Review Acehnologi (Vol 3 Bab 26 tentang Makna dan Peran Bahasa Aceh)

in #indonesia6 years ago

Assalammua'laikum Wr...Wb kali ini saya akan me-review kembali buku Acehnologi vol 3 bab 26 tentang Makna Dan Peran Bahasa Aceh.

20180515_145022.jpg

Bahasa Aceh belum menjadi satu subjek mata pelajaran atau mata kuliah yang di ajarkan secara berkelanjutan di sekolah atau perguruan tinggi. Studi mengenai sastra Aceh masih bisa dikatakan tidak begitu banyak di lakukan oleh para peminat studi bahasa. Dan keberadaan bahasa Aceh, semakin hari semakin mengkhawatirkan, selain tidak kerap digunakan sebagai bahasa pengantar, juga sudah sangat sedikit karya yang ditulis dalam bahasa Aceh.
Penggunaan bahasa Aceh di dalam ruang public tidak menjadi hal yang sangat penting. Bahasa ini tidak lagi digunakan dalam kegiatan formal. Sehingga wujud bahasa Aceh lebih menjadi sebagai bahasa rakyat, dari pada bahasa resmi.
Ketika saya duduk di bangku sekolah menengah pertama yaitu SMA Negeri 1 kaway XVI disana siswa dan siswi masih banyak yang menggunakan bahasa Aceh. Bisa dikatakan hampir semua murid berbicara dengan menggunakan bahasa daerah tersebut.

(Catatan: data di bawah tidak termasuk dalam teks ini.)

import { json, requireSignedIn, route, idParam } from '@lib/server/http';
import { cancelBooking } from '@lib/server/bookings/cancel';

import { tryIntentNow } from '@lib/server/payments/intents';
import { cancellationIntent } from '@lib/server/payment-intents';

/** POST /api/bookings/:id/cancel → the cancelled booking (lateCancel true after the cut-off). */
export const POST = route(async ({ locals, params }) => {
  const person = requireSignedIn(locals);
  const id = idParam(params.id, 'booking');
  const booking = await cancelBooking(person, id);
  // the fee or the release was recorded with the cancellation; tried once now, else the worker does it
  await tryIntentNow(cancellationIntent(booking, person.id));
  return json(booking);
});
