describe("a person's own data", () => {
  it('the export holds the person’s rows and no one else’s (JSON and zip of CSVs)', async () => {
    const member = await Client.as('member');
    const memberId = (await body(await member.get('/api/me'))).id as string;
    const asked = new Date();
    const res = await member.get('/api/account/export');
    expect(res.status).toBe(200);
    const data = await body(res);
    expect(Object.keys(data)).toEqual(expect.arrayContaining(['person', 'clearances', 'quizAttempts', 'bookings', 'sessions', 'charges', 'faults']));
    expect(data.person).toMatchObject({ id: memberId, email: DEMO.member });
    const db = testDb();
    // every row of each part is theirs, and all of theirs are there (the seed gives the demo member clearances and bookings)
    let total = 0;
    for (const [part, table] of [['clearances', 'clearances'], ['quizAttempts', 'quiz_attempts'], ['bookings', 'bookings'], ['sessions', 'machine_sessions'], ['charges', 'charges']] as const) {
      const mine = (await db(table).where({ person_id: memberId }).pluck('id')).sort();
      total += mine.length;
      expect((data[part] as { id: string }[]).map((r) => r.id).sort(), part).toEqual(mine);
    }
    expect(data.clearances.length).toBeGreaterThan(0);
    expect(data.bookings.length).toBeGreaterThan(0);
    expect(total).toBeGreaterThan(data.clearances.length);
    // faults: files running beside this one (the parallel pass) report faults as the demo member, so "all of theirs"
    // is every fault they reported before the export was asked for (2 s margin for one still committing), and every
    // exported fault is theirs
    const exportedFaults = (data.faults as { id: string }[]).map((r) => r.id);
    const faultsBefore = (await db('faults').where({ reported_by: memberId }).where('created_at', '<', new Date(asked.getTime() - 2000)).pluck('id')) as string[];
    expect(faultsBefore.filter((id) => !exportedFaults.includes(id))).toEqual([]);
    expect(await db('faults').whereIn('id', exportedFaults).whereNot({ reported_by: memberId }).pluck('id')).toEqual([]);
    expect(new Set(exportedFaults).size).toBe(exportedFaults.length);
    // no other person's e-mail or id anywhere in it
    const text = JSON.stringify(data);
    for (const other of await db('people').whereNot({ id: memberId }).select('id', 'email')) {
      expect(text).not.toContain(other.id);
      expect(text).not.toContain(other.email);
    }

    const zip = await member.get('/api/account/export.zip');
    expect(zip.status).toBe(200);
    expect(zip.headers.get('content-type')).toBe('application/zip');
    const files = unzipSync(new Uint8Array(await zip.arrayBuffer()));
    expect(Object.keys(files).sort()).toEqual(['bookings.csv', 'charges.csv', 'clearances.csv', 'faults.csv', 'person.csv', 'quiz-attempts.csv', 'sessions.csv']);
    expect(strFromU8(files['person.csv']!)).toContain(DEMO.member);
    expect(strFromU8(files['bookings.csv']!).trim().split('\n')).toHaveLength(data.bookings.length + 1);

    expect((await new Client().get('/api/account/export')).status).toBe(401);
  });

  it('closing an account: anonymised, signed out everywhere, sign-in refused, audited', async () => {
    const p = await newPerson('close');
    const id = (await body(await p.client.get('/api/me'))).id as string;
    const other = await new Client(undefined, freshLoopbackAddress()).useSessionOf(p.email);
    expect((await p.client.send('POST', '/api/account/close', { confirm: true, password: 'wrong password here' })).status).toBe(403);
    const res = await p.client.send('POST', '/api/account/close', { confirm: true, password: p.password });
    expect(res.status).toBe(200);
    expect((await p.client.get('/api/me')).status).toBe(401);
    expect((await other.get('/api/me')).status).toBe(401);
    expect((await new Client(undefined, freshLoopbackAddress()).signInAs(p.email, p.password)).location).toContain('error');
    const row = await testDb()('people').where({ id }).first('name', 'email', 'active', 'closed_at');
    expect(row).toMatchObject({ name: 'Closed account', active: false });
    expect(row.email).not.toContain(p.email.split('@')[0]);
    expect(row.closed_at).not.toBeNull();
    const audit = await testDb()('audit_log').where({ kind: 'person.closed', subject_id: id }).first();
    expect(audit.summary).not.toContain(p.email);
    // the admin sees it in the audit
    const admin = await Client.as('admin');
    const list = await body(await admin.get('/api/audit?kind=person.closed'));
    expect(JSON.stringify(list)).toContain(id);
  });
});

describe('institution sign-in settings', () => {
  it('the sign-in page offers "Sign in with <site name>"; password sign-in can be turned off for the institution’s domain', async () => {
    const page = await (await new Client().get('/signin')).text();
    expect(page).toContain('Sign in with Tidewater Community Workshop');
    const admin = await Client.as('admin');
    const before = await body(await admin.get('/api/institution-sign-in'));
    expect(before).toMatchObject({ configured: true, domains: ['tidewater.example'] });
    expect(JSON.stringify(before)).not.toContain('secret');
    try {
      const put = await admin.send('PUT', '/api/institution-sign-in', { institutionName: 'Tidewater College', tierClaim: 'affiliation', tierMap: { student: 'student', staff: 'staff' }, passwordSignInOff: true });
      expect(put.status).toBe(200);
      expect(await (await new Client().get('/signin')).text()).toContain('Sign in with Tidewater College');
      const refused = await new Client(undefined, freshLoopbackAddress()).signInAs(DEMO.newbie, DEMO_PASSWORD);
      expect(refused.location).toContain('code=institution');
      // other domains still sign in with a password
      const outsider = `outsider-${Date.now()}@example.org`;
      expect((await signUpForm(new Client(undefined, freshLoopbackAddress()), outsider)).status).toBe(303);
      await confirmByDatabase(outsider);
      expect((await new Client(undefined, freshLoopbackAddress()).signInAs(outsider, 'a long enough phrase')).location).not.toContain('error');
    } finally {
      await admin.send('PUT', '/api/institution-sign-in', { institutionName: before.institutionName, tierClaim: before.tierClaim, tierMap: before.tierMap, passwordSignInOff: before.passwordSignInOff });
    }
    expect((await new Client(undefined, freshLoopbackAddress()).signInAs(DEMO.newbie, DEMO_PASSWORD)).location).not.toContain('error');
  });
});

Itu semua karena lingkungan tempat saya bersekolah masih dalam kawasan perkampungan (meugampong).
Berbeda jika kita pergi ke kota meulaboh disana banyak terdapat siswa bahkan hampir semua dari mereka berbicara dengan memakai bahasa resmi yaitu bahasa Indonesia. Sampai saya lanjut ke perguruan tinggi yaitu di Universitas Islam Negeri Ar-raniry banda Aceh, disana bisa dikatakan hampir semua mahasiswa mempergunakan bahasa Indonesia tanpa terkecuali, tidak ada batasan wilayah tempat tinggal atau tidak ada perbedaan baik yang berasal dari desa atau kampung maupun dari kota sekaligus. Kalau pun mereka berbicara dengan bahasa Aceh mungkin cara mereka berbicara jauh telah mengalami perubahan tidak seperti bahasa yang sering digunakan semasa di kampung dulu, yaitu bahasa Aceh kekinian yang bahasanya seperti orang asing yang baru belajar bahasa aceh. Dengan demikian bahasa aceh berada pada kondisi yang sangat memprihatinkan.
Posisi bahasa dalam satu komunitas sangat penting, sehingga peneliti antropologi sosial, ketika ingin mendalami pikiran suatu masyarakat, cenderung memulai dengan memahami bahasa yang digunakan dalam masyarakat tersebut. Proses pemahaman ini bukan semata untuk memahami pengaruh bahasa dalam kehidupan sosial, akan tetapi juga konsep-konsep dan symbol yang di gunakan oleh masyarakat itu sendiri. Jadi tidak mungkin kita dapat memahami pola piker masyarakat tanpa kita memahami bahasa terlebih dahulu.
Dengan demikian faktor bahasa memainkan peran yang cukup signifikan dalam pembentukan kebudayaan atau bahkan peradaban sekalipun.
Kajian di atas mengambarkan bahwa fondasi kebudayaan dan peradaban adalah bahasa. Maka bisa dibayangkan bagaimana nasib suatu kebudayaan dan peradaban, jika mereka tidak lagi menggunakan bahasa mereka baik secara formal maupun secara informal.
Bahasa Aceh bukanlah bahasa nasional ataupun internasional namun Aceh pernah menjadi pusat peradaban yang paling besar di Asia Tenggara, yaitu pada abad ke-17. Walaupun saat itu bahasan yang dipergunakan adalah melayu-pasai, namun keberadaan bahasa Aceh telah menciptakan suatu kebudayaan tersendiri bagi masyarakat Aceh.
Untuk membangkitkan kembali semangat berbahasa dan berbudaya Aceh, maka cara yang perlu dilakukan adalah : pertama, memperkenalkan kembali jati diri ke-Aceh-an pada generasi muda. Kedua, menjadikan bahasa Aceh sebagai bahasa kebudayaan di privinsi ini. Ketiga meyakinkan masayarakat Aceh bahwa bahasa Aceh adalah bahasa endatu (bahasan nek). Keempat, melakukan kajian mengenai bahasa Aceh. Kelima, membuka dialog kebudayaan untuk memperhadapkan kekuatan filosofis bahasa Aceh dengan bahasa-bahasa lain di dunia ini.